Hello again my big girl on this 5th anniversary. 5 years, doesn't seem like it's been that long. Still love and miss you. Rest in peace little girl and nuzzle Molly for me.


----------



## ArmyGuyDan

I miss you and your sister, I still miss the rabbit 5000 with you two


----------



## Nancy McClelland

Six years already--still do miss you my big goofy girl. You and Molly were always so much fun. Just one of those things as my herd ages it seems I'm here more and more. Binky free and rest well my little one.


----------



## Nancy McClelland

Seven years now since you went to the bridge sweetie.
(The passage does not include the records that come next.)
/** Halvings of the cells at a change of curvature (pins it to 2^−24 of the cell it was found in). @internal */
export const PIN_ROUNDS = 24;

/** Halvings of a mixed or unknown cell before giving up (enough to reach adjacent doubles). @internal */
export const MIXED_LIMIT = 1100;

/** Bound on the classify-and-halve rounds of one settling. @internal */
export const SETTLE_MAX_ROUNDS = 1500;

/** Absolute part of the log tolerance of envelope and squeeze checks (as the hull engine's). @internal */
export const LOG_TOLERANCE_ABSOLUTE = 1e-9;

/** Relative part of the log tolerance (of |log f| and of the reference height). @internal */
export const LOG_TOLERANCE_RELATIVE = 1e-12;

/** Tail kinds. @internal */
export const TAIL_NONE = 0;
/** @internal */
export const TAIL_LOG = 1;
/** @internal */
export const TAIL_INV_SQRT = 2;

/** A tail beyond the outermost point. @internal */
export interface Tail {
  kind: number;
  /** Start (the outermost point). */
  x: number;
  /** logDensity there. */
  l: number;
  /** Decay rate into the tail (> 0): of log f (log), or of T with T = −1 at x (inverse-sqrt). */
  sig: number;
}

/** Flat tables of the envelope, read by the kernel. @internal */
export interface Tables {
  n: number;
  lo: Float64Array;
  hi: Float64Array;
  kind: Uint8Array;
  xh: Float64Array;
  dir: Float64Array;
  w: Float64Array;
  href: Float64Array;
  sig: Float64Array;
  q: Float64Array;
  sqa: Float64Array;
  sqv: Float64Array;
  sqs: Float64Array;
  logAreas: Float64Array;
  logSqueezeAreas: Float64Array;
  shape: Uint8Array;
  /** Reference height: every stored log value is relative to it. */
  ref: number;
  /** log of the envelope area (absolute). */
  logEnvelopeArea: number;
  /** log of the squeeze area (absolute). */
  logSqueezeArea: number;
  /** Normalized areas for the guide table. */
  area: Float64Array;
}
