/**
 * Point evaluator of a program: registers allocated once.
 * @internal
 */
export class PointEvaluator {
  /** Values. */
  readonly v: Float64Array;
  /** First derivatives. */
  readonly d: Float64Array;
  /** Second derivatives. */
  readonly e: Float64Array;
  private readonly p: Program;

  constructor(p: Program) {
    this.p = p;
    this.v = new Float64Array(p.nReg);
    this.d = new Float64Array(p.nReg);
    this.e = new Float64Array(p.nReg);
    this.v.set(p.leaves);
    this.d[0] = 1;
  }

  /** Value at x. */
  value(x: number): number {
    const p = this.p;
    const code = p.code;
    const kdata = p.kdata;
    const args = p.args;
    const V = this.v;
    V[0] = x;
    const m = code.length;
    for (let i = 0; i < m; i += 4) {
      const dst = code[i + 1];
      const a = code[i + 2];
      const b = code[i + 3];
      const u = V[a];
      let r: number;
      switch (code[i]) {
        case Op.Neg: r = -u; break;
        case Op.Add: r = u + V[b]; break;
        case Op.Sub: r = u - V[b]; break;
        case Op.Mul: r = u * V[b]; break;
        case Op.Div: r = u / (V[b] + 0); break;
        case Op.PowC: r = pow(u + 0, kdata[b * KSTRIDE]); break;
        case Op.PowK:
        case Op.Pow: r = pow(u + 0, V[b]); break;
        case Op.Exp: r = exp(u); break;
        case Op.Log: r = log(u); break;
        case Op.Log1p: r = log1p(u); break;
        case Op.Expm1: r = expm1(u); break;
        case Op.Sqrt: r = Math.sqrt(u); break;
        case Op.Abs: r = Math.abs(u); break;
        case Op.Sin: r = sin(u); break;
        case Op.Cos: r = cos(u); break;
        case Op.Tan: r = tan(u); break;
        case Op.Atan: r = atan(u); break;
        case Op.Tanh: r = tanh(u); break;
        case Op.Sinh: r = sinh(u); break;
        case Op.Cosh: r = cosh(u); break;
        case Op.Lgamma: r = lgammaValue(u); break;
        case Op.Min: {
          const w = V[b];
          r = u !== u || w !== w ? NaN : u <= w ? u : w;
          break;
        }
        case Op.Max: {
          const w = V[b];
          r = u !== u || w !== w ? NaN : u >= w ? u : w;
          break;
        }
        default: {
          // Lse: a = start, b = count
          let mx = -Infinity;
          for (let j = 0; j < b; j++) {
            const t = V[args[a + j]];
            if (t !== t) { mx = NaN; break; }
            if (t > mx) mx = t;
          }
          if (mx - mx !== 0) r = mx;
          else {
            let s = 0;
            for (let j = 0; j < b; j++) s += exp(V[args[a + j]] - mx);
            r = mx + log(s);
          }
        }
      }
      V[dst] = r;
    }
    return V[p.result];
  }

  /**
   * Value, first and second derivative at x (in `v`, `d`, `e` of the
   * result register); returns the first derivative. `second = false` skips
   * the second derivative.
   */
  derivatives(x: number, second: boolean): number {
    const p = this.p;
    const code = p.code;
    const kdata = p.kdata;
    const args = p.args;
    const cst = p.constant;
    const V = this.v;
    const D = this.d;
    const E = this.e;
    V[0] = x;
    const m = code.length;
    for (let i = 0; i < m; i += 4) {
      const op = code[i];
      const dst = code[i + 1];
      const a = code[i + 2];
      const b = code[i + 3];
      const u = V[a];
      const du = D[a];
      const eu = E[a];
      let r: number;
      let dr = 0;
      let er = 0;
      const c = cst[i >> 2] === 1;
      switch (op) {
        case Op.Neg: r = -u; dr = -du; er = -eu; break;
        case Op.Add: r = u + V[b]; dr = du + D[b]; er = eu + E[b]; break;
        case Op.Sub: r = u - V[b]; dr = du - D[b]; er = eu - E[b]; break;
        case Op.Mul: {
          const w = V[b];
          const dw = D[b];
          r = u * w;
          if (!c) {
            dr = du * w + u * dw;
            if (second) er = eu * w + 2 * du * dw + u * E[b];
          }
          break;
        }
        case Op.Div: {
          const w = V[b] + 0;
          const dw = D[b];
          r = u / w;
          if (!c) {
            dr = (du - r * dw) / w;
            if (second) er = (eu - 2 * dr * dw - r * E[b]) / w;
          }
          break;
        }
        case Op.PowC: {
          const k = kdata[b * KSTRIDE];
          const base = u + 0;
          r = pow(base, k);
          if (!c) {
            if (k === 0) { dr = 0; er = 0; }
            else if (k === 1) { dr = du; er = eu; }
            else {
              const p1 = k * pow(base, kdata[b * KSTRIDE + 1]);
              dr = p1 * du;
              if (second) er = p1 * eu + kdata[b * KSTRIDE + 3] * pow(base, kdata[b * KSTRIDE + 2]) * (du * du);
            }
          }
          break;
        }
        case Op.PowK: {
          const k = V[b];
          const base = u + 0;
          r = pow(base, k);
          if (!c) {
            const km1 = k - 1;
            const p1 = k * pow(base, km1);
            dr = p1 * du;
            if (second) er = p1 * eu + k * km1 * pow(base, k - 2) * (du * du);
          }
          break;
        }
        case Op.Pow: {
          // u^w = exp(g), g = w log u
          const w = V[b];
          const dw = D[b];
          const base = u + 0;
          r = pow(base, w);
          if (!c) {
            const lu = log(base);
            const q = du / base;
            const g1 = dw * lu + w * q;
            dr = r * g1;
            if (second) {
              const g2 = E[b] * lu + 2 * dw * q + w * (eu / base - q * q);
              er = r * (g2 + g1 * g1);
            }
          }
          break;
        }
        case Op.Exp:
          r = exp(u);
          if (!c) { dr = r * du; if (second) er = r * (eu + du * du); }
          break;
        case Op.Log: {
          r = log(u);
          if (!c) {
            const w = u + 0;
            const q = du / w;
            dr = q;
            if (second) er = eu / w - q * q;
          }
          break;
        }
        case Op.Log1p: {
          r = log1p(u);
          if (!c) {
            const w = 1 + u + 0;
            const q = du / w;
            dr = q;
            if (second) er = eu / w - q * q;
          }
          break;
        }
        case Op.Expm1: {
          r = expm1(u);
          if (!c) {
            const x1 = exp(u);
            dr = x1 * du;
            if (second) er = x1 * (eu + du * du);
          }
          break;
        }
        case Op.Sqrt: {
          r = Math.sqrt(u);
          if (!c) {
            const h = 2 * r + 0;
            dr = du / h;
            if (second) er = (eu - 2 * (dr * dr)) / h;
          }
          break;
        }
        case Op.Abs:
          if (u >= 0) { r = u; dr = du; er = eu; }
          else if (u < 0) { r = -u; dr = -du; er = -eu; }
          else { r = NaN; dr = NaN; er = NaN; }
          r = r + 0;
          break;
        case Op.Sin: {
          r = sin(u);
          if (!c) {
            const co = cos(u);
            dr = co * du;
            if (second) er = co * eu - r * (du * du);
          }
          break;
        }
        case Op.Cos: {
          r = cos(u);
          if (!c) {
            const si = sin(u);
            dr = -(si * du);
            if (second) er = -(si * eu) - r * (du * du);
          }
          break;
        }
        case Op.Tan: {
          r = tan(u);
          if (!c) {
            const q = 1 + r * r;
            dr = q * du;
            if (second) er = q * (eu + 2 * r * (du * du));
          }
          break;
        }
        case Op.Atan: {
          r = atan(u);
          if (!c) {
            const q = 1 + u * u;
            dr = du / q;
            if (second) er = (eu - 2 * u * du * dr) / q;
          }
          break;
        }
        case Op.Tanh: {
          r = tanh(u);
          if (!c) {
            const q = 1 - r * r;
            dr = q * du;
            if (second) er = q * (eu - 2 * r * (du * du));
          }
          break;
        }
        case Op.Sinh: {
          r = sinh(u);
          if (!c) {
            const ch = cosh(u);
            dr = ch * du;
            if (second) er = ch * eu + r * (du * du);
          }
          break;
        }
        case Op.Cosh: {
          r = cosh(u);
          if (!c) {
            const sh = sinh(u);
            dr = sh * du;
            if (second) er = sh * eu + r * (du * du);
          }
          break;
        }
        case Op.Lgamma: {
          r = lgammaValue(u);
          if (!c) {
            const ps = digammaPoint(u);
            dr = ps * du;
            if (second) er = ps * eu + trigammaPoint(u) * (du * du);
          }
          break;
        }
        case Op.Min:
        case Op.Max: {
          const w = V[b];
          const pickA = op === Op.Min ? u <= w : u >= w;
          if (u !== u || w !== w) { r = NaN; dr = NaN; er = NaN; }
          else if (pickA) { r = u; dr = du; er = eu; }
          else { r = w; dr = D[b]; er = E[b]; }
          break;
        }
        default: {
          // Lse
          let mx = -Infinity;
          for (let j = 0; j < b; j++) {
            const t = V[args[a + j]];
            if (t !== t) { mx = NaN; break; }
            if (t > mx) mx = t;
          }
          if (mx - mx !== 0) { r = mx; dr = NaN; er = NaN; }
          else {
            let s = 0;
            for (let j = 0; j < b; j++) s += exp(V[args[a + j]] - mx);
            r = mx + log(s);
            if (!c) {
              let d1 = 0;
              let d2 = 0;
              for (let j = 0; j < b; j++) {
                const k = args[a + j];
                const pj = exp(V[k] - mx) / s;
                d1 += pj * D[k];
                if (second) d2 += pj * (E[k] + D[k] * D[k]);
              }
              dr = d1;
              if (second) er = d2 - d1 * d1;
            }
          }
        }
      }
      V[dst] = r;
      D[dst] = c ? 0 : dr;
      E[dst] = c || !second ? 0 : er;
    }
    return D[p.result];
  }
}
Miss you a whole bunch big girl.


----------



## Nancy McClelland

Another year already, miss you and your antics,


----------



## Nancy McClelland

TIME REALLY FLIES! Still miss you big girl, binky free!


----------



## Lokin4AReason

sending my sincere condolences and may they all binky away over that rainbow at where we ll meet them one day awaiting US ...


----------



## Nancy McClelland

Doesn't seem like it could be 10 years already--miss you and all our other bridge bunnies.


----------



## Nancy McClelland

Hey there my big girl, we miss you a lot.


----------



## Nancy McClelland

Hey there sweetie, it's been a long while but your still with us in our hearts. Talk to you next year.


----------